## [WHAT THIS TASK INVOLVES]
Lines with the word "diagnosis" in them are the ones to copy from the records.
[[ DATA SHOWN open ]]
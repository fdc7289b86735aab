"""Pages as files, read by libraries that did not write them."""

from __future__ import annotations

import io
import json
import xml.etree.ElementTree as ET

import numpy as np
import pypdf
import pypdfium2
import pytest
from PIL import Image

from phasebrush.errors import InputError, JobStopped
from phasebrush.figures.save import page_bytes, save_page
from phasebrush.model.pages import Page

PAGE = Page(panels=("average", "locking-map", "stack", "power-map"), dpi=100)
RECIPE = {"versions": {"phasebrush": "0"}, "recording_sha256": "0" * 64, "settings": {"µ": "=1+1"}}
SVG = "{http://www.w3.org/2000/svg}"
DC = "{http://purl.org/dc/elements/1.1/}"


@pytest.fixture(scope="module")
def folder(snapshot, tmp_path_factory):
    place = tmp_path_factory.mktemp("pages")
    for kind in ("png", "svg", "pdf"):
        save_page(snapshot, PAGE, place / f"page.{kind}", recipe=RECIPE)
    return place


def test_a_png_has_its_size_and_its_recipe(folder):
    with Image.open(folder / "page.png") as picture:
        assert picture.size == (1333, 750)
        assert picture.info["dpi"] == pytest.approx((100, 100), abs=0.1)
        assert json.loads(picture.text["Phasebrush-Recipe"]) == RECIPE
        pixels = np.asarray(picture.convert("RGB"))
    assert tuple(pixels[0, 0]) == (255, 255, 255)  # the panel colour of the light look
    assert len(np.unique(pixels.reshape(-1, 3), axis=0)) > 200


def test_an_svg_keeps_words_as_words(folder):
    root = ET.parse(folder / "page.svg").getroot()
    words = [" ".join("".join(x.itertext()).split()) for x in root.iter(f"{SVG}text")]
    assert "time from event (s)" in words
    assert "ITC" in words
    assert any("not for diagnosis" in text for text in words)
    assert json.loads(root.find(f".//{DC}description").text) == RECIPE
    assert root.find(f".//{DC}date") is None
    assert len(list(root.iter(f"{SVG}image"))) >= 3  # stack, maps and bars are pixels inside


def test_an_svg_reaches_for_nothing_outside(folder):
    root = ET.parse(folder / "page.svg").getroot()
    for element in root.iter():
        for name, value in element.attrib.items():
            if name.endswith("href"):
                assert value.startswith(("#", "data:")), value[:40]


def test_a_pdf_holds_words_fonts_pictures_and_the_recipe(folder):
    reader = pypdf.PdfReader(folder / "page.pdf")
    (page,) = reader.pages
    assert [float(x) for x in page.mediabox[2:]] == pytest.approx([13.333 * 72, 540], abs=0.1)
    words = " ".join(page.extract_text().split())
    assert "time from event (s)" in words
    assert "Research use only; not for diagnosis or patient care." in words
    assert json.loads(reader.metadata["/Keywords"]) == RECIPE
    assert "/CreationDate" not in reader.metadata
    assert len(page.images) >= 3
    fonts = page["/Resources"]["/Font"].get_object()
    assert fonts
    for font in fonts.values():
        inner = font.get_object()
        inner = inner["/DescendantFonts"][0].get_object() if "/DescendantFonts" in inner else inner
        assert "/FontFile2" in inner["/FontDescriptor"].get_object()  # embedded TrueType


def test_the_map_in_a_pdf_has_the_colours_of_the_map(folder, snapshot):
    """The picture inside, decoded by the other library, against numbers and colour table."""
    from phasebrush.look.colour_maps import ink
    from phasebrush.look.tokens import LIGHT

    reader = pypdf.PdfReader(folder / "page.pdf")
    shape = snapshot.maps.locking.shape
    pictures = [
        np.asarray(Image.open(io.BytesIO(x.data)).convert("RGB")) for x in reader.pages[0].images
    ]
    table = ink(LIGHT).astype(int)
    share = np.clip(snapshot.maps.locking / snapshot.maps.locking_limit, 0, 1)
    expected = table[np.minimum((share * 256).astype(int), 255)]
    best = min(_difference(picture, expected) for picture in pictures)
    assert best < 1.0, f"no picture like the map of {shape}"


def _difference(picture: np.ndarray, expected: np.ndarray) -> float:
    """Mean difference of colours at the centres of the map's cells, whichever end is up."""
    rows = ((np.arange(expected.shape[0]) + 0.5) / expected.shape[0] * picture.shape[0]).astype(int)
    columns = (np.arange(expected.shape[1]) + 0.5) / expected.shape[1] * picture.shape[1]
    at_centres = picture[rows][:, columns.astype(int)].astype(int)
    return min(float(np.abs(one - expected).mean()) for one in (at_centres, at_centres[::-1]))


def test_a_pdf_looks_like_the_png(folder):
    """Drawn by another library (PDFium): the same picture but for the smoothing of edges."""
    document = pypdfium2.PdfDocument(folder / "page.pdf")
    drawn = document[0].render(scale=100 / 72).to_pil().convert("L")
    document.close()
    with Image.open(folder / "page.png") as picture:
        ours = picture.convert("L")
    size = (334, 188)
    one, other = (np.asarray(x.resize(size, Image.Resampling.BOX), float) for x in (drawn, ours))
    assert np.abs(one - other).mean() < 3.0
    assert np.corrcoef(one.ravel(), other.ravel())[0, 1] > 0.97


@pytest.mark.parametrize("kind", [".png", ".svg", ".pdf"])
def test_the_same_page_is_the_same_file(snapshot, kind):
    page = Page(panels=("average", "dial"), columns=2, dpi=60)
    first = page_bytes(snapshot, page, kind, recipe=RECIPE)
    assert page_bytes(snapshot, page, kind, recipe=RECIPE) == first


def test_what_a_person_set_for_the_library_changes_nothing(snapshot):
    import matplotlib as mpl

    page = Page(panels=("average",), columns=1, dpi=60)
    first = page_bytes(snapshot, page, ".png")
    with mpl.rc_context({"font.size": 30, "lines.linewidth": 9, "axes.grid": True}):
        assert page_bytes(snapshot, page, ".png") == first
        assert mpl.rcParams["font.size"] == 30  # and is left as it was


def test_a_stop_leaves_what_was_there(snapshot, tmp_path):
    target = tmp_path / "page.png"
    target.write_bytes(b"before")
    for stop_at in (1, 5):  # before the first panel; before the swap
        asked = []

        def stopped(asked=asked, stop_at=stop_at) -> bool:
            asked.append(1)
            return len(asked) >= stop_at

        with pytest.raises(JobStopped):
            save_page(snapshot, Page(dpi=50), target, stopped=stopped)
    assert target.read_bytes() == b"before"
    assert list(tmp_path.iterdir()) == [target]


def test_other_endings_and_lost_folders_are_refused(snapshot, tmp_path):
    with pytest.raises(InputError, match=r"\.tiff is not known; name it \.png"):
        save_page(snapshot, PAGE, tmp_path / "page.tiff")
    with pytest.raises(InputError, match="could not be written"):
        save_page(snapshot, PAGE, tmp_path / "lost" / "page.png")
    assert list(tmp_path.iterdir()) == []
[[ DATA SHOWN closed ]]
## [COMPLETED TASK]
    assert any("not for diagnosis" in text for text in words)
    assert "Research use only; not for diagnosis or patient care." in words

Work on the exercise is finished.